| Directions for this task |
Please report how many lines of the listing contain the string "command", giving the number only.
━━━ Data for processing ━━━
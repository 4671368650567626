// Charts of an audit and of a load path: each stretch and step is there, told apart by shape and words.
#include "report/answer_svg.hpp"

#include <gtest/gtest.h>

#include <regex>
#include <string>

#include "report/html.hpp"
#include "report/text.hpp"

namespace stanchion {
namespace {

int many(const std::string& text, const std::string& part) {
  int count = 0;
  for (std::size_t at = text.find(part); at != std::string::npos; at = text.find(part, at + 1)) ++count;
  return count;
}

/// Listed 1, 2, 4, 6 of 0 to 7; counted one more between 2.5 and 3.5 and none about 6.
Outcome audited() {
  Outcome outcome;
  outcome.command = "audit";
  AuditOutcome& audit = outcome.audit.emplace();
  audit.verdict = AuditVerdict::kMissingAndSurplus;
  audit.values = {1, 2, 4, 6};
  audit.listed = 4;
  audit.range = {0, 7.0000000123456789, 4, Level::kProved, std::nullopt};
  audit.gaps = {{2.5000000123, 3.4999999991, 0, 1, {}}, {5.1234567890123456, 6.9, 1, 0, {"ghost"}}};
  return outcome;
}

Outcome path_of(std::vector<Inertia> steps) {
  Outcome outcome;
  outcome.command = "check";
  PathOutcome& path = outcome.path.emplace();
  for (const Inertia& inertia : steps) {
    PathStep step;
    step.path = "K" + std::to_string(path.steps.size() + 1) + ".mtx";
    step.inertia = inertia;
    path.steps.push_back(step);
    const auto number = static_cast<Index>(path.steps.size());
    if (!path.first_negative && inertia.negative > 0) path.first_negative = number;
    if (!path.first_not_definite && inertia.negative + inertia.zero + inertia.undecided > 0)
      path.first_not_definite = number;
  }
  return outcome;
}

TEST(AuditSvg, MissingAndSurplusDifferInShapeAndWords) {
  const std::string svg = audit_svg(audited());
  EXPECT_EQ(many(svg, "class=\"c-more\""), 1);
  EXPECT_EQ(many(svg, "class=\"c-fewer\""), 1);
  EXPECT_EQ(many(svg, "class=\"c-wrong\""), 1) << "a cross for the value that does not exist";
  EXPECT_EQ(many(svg, ">listed: "), 4);
  EXPECT_EQ(many(svg, "as many are counted as are listed"), 3);
  EXPECT_NE(svg.find(">1 missing</text>"), std::string::npos);
  EXPECT_NE(svg.find(">1 surplus</text>"), std::string::npos);
  EXPECT_EQ(svg.find("complete"), std::string::npos);
  EXPECT_NE(to_html(audited(), false, false).find(svg), std::string::npos);
}

TEST(AuditSvg, AStretchLiesWhereItsEndsAre) {
  const std::string svg = audit_svg(audited());
  std::smatch found;
  ASSERT_TRUE(std::regex_search(
      svg, found, std::regex("class=\"c-more\" x=\"([0-9.]+)\" y=\"[0-9.]+\" width=\"([0-9.]+)\"")));
  const double left = std::stod(found[1]), right = left + std::stod(found[2]);
  std::vector<double> listed;
  const std::regex disc("class=\"s-point\" transform=\"translate\\(([0-9.]+)");
  for (auto at = std::sregex_iterator(svg.begin(), svg.end(), disc); at != std::sregex_iterator(); ++at)
    listed.push_back(std::stod((*at)[1]));
  ASSERT_EQ(listed.size(), 3U);
  // 2.5 is halfway from 1 to 4, and 3.5 five sixths.
  EXPECT_NEAR(left, (listed[0] + listed[2]) / 2, 0.2);
  EXPECT_NEAR(right, listed[0] + (listed[2] - listed[0]) * 5 / 6, 0.2);
}

TEST(AuditSvg, ACompleteListSaysSo) {
  Outcome outcome = audited();
  outcome.audit->verdict = AuditVerdict::kComplete;
  outcome.audit->gaps.clear();
  const std::string svg = audit_svg(outcome);
  EXPECT_NE(svg.find("complete: 4 listed, 4 counted"), std::string::npos);
  EXPECT_EQ(many(svg, "class=\"c-more\"") + many(svg, "class=\"c-fewer\"") + many(svg, "class=\"c-wrong\""),
            0);
  outcome.audit->verdict = AuditVerdict::kUnresolved;
  outcome.audit->range.count.reset();
  const std::string open = audit_svg(outcome);
  EXPECT_EQ(open.find("complete"), std::string::npos);
  EXPECT_NE(open.find("could not be judged"), std::string::npos);
}

TEST(AuditText, EndsAreThoseCountedAtDigitForDigit) {
  const std::string text = to_text(audited());
  EXPECT_NE(text.find("and 7.000000012345679, 4 counted"), std::string::npos) << text;
  EXPECT_NE(text.find("  2.5000000123  3.4999999991 "), std::string::npos) << text;
  EXPECT_NE(text.find("  5.123456789012345           6.9 "), std::string::npos) << text;
}

TEST(PathSvg, NegativeZeroAndUndecidedDiffer) {
  const std::string svg =
      path_svg(path_of({{0, 0, 9, 0}, {0, 2, 7, 0}, {1, 0, 8, 0}, {1, 0, 8, 0}, {0, 0, 0, 9}}));
  EXPECT_EQ(many(svg, "class=\"s-point\""), 4);
  EXPECT_EQ(many(svg, "class=\"c-found\""), 1) << "one square: the step with zero directions";
  EXPECT_EQ(many(svg, "class=\"c-open\""), 1);
  EXPECT_EQ(many(svg, "class=\"c-more\""), 1) << "one change of the number of negative directions";
  EXPECT_EQ(many(svg, "class=\"s-step\""), 2);
  EXPECT_NE(svg.find("first negative direction: step 3"), std::string::npos);
  EXPECT_NE(svg.find("not positive definite: step 2"), std::string::npos);
}

TEST(PathSvg, AllDefiniteSaysSo) {
  const std::string svg = path_svg(path_of({{0, 0, 9, 0}, {0, 0, 9, 0}}));
  EXPECT_NE(svg.find("all 2 steps are positive definite"), std::string::npos);
  EXPECT_EQ(svg.find("first negative"), std::string::npos);
  EXPECT_EQ(path_svg(path_of({{0, 0, 9, 0}})), "");
  EXPECT_EQ(path_svg({}), "");
}

}  // namespace
}  // namespace stanchion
━━━
| Reply to the task |
2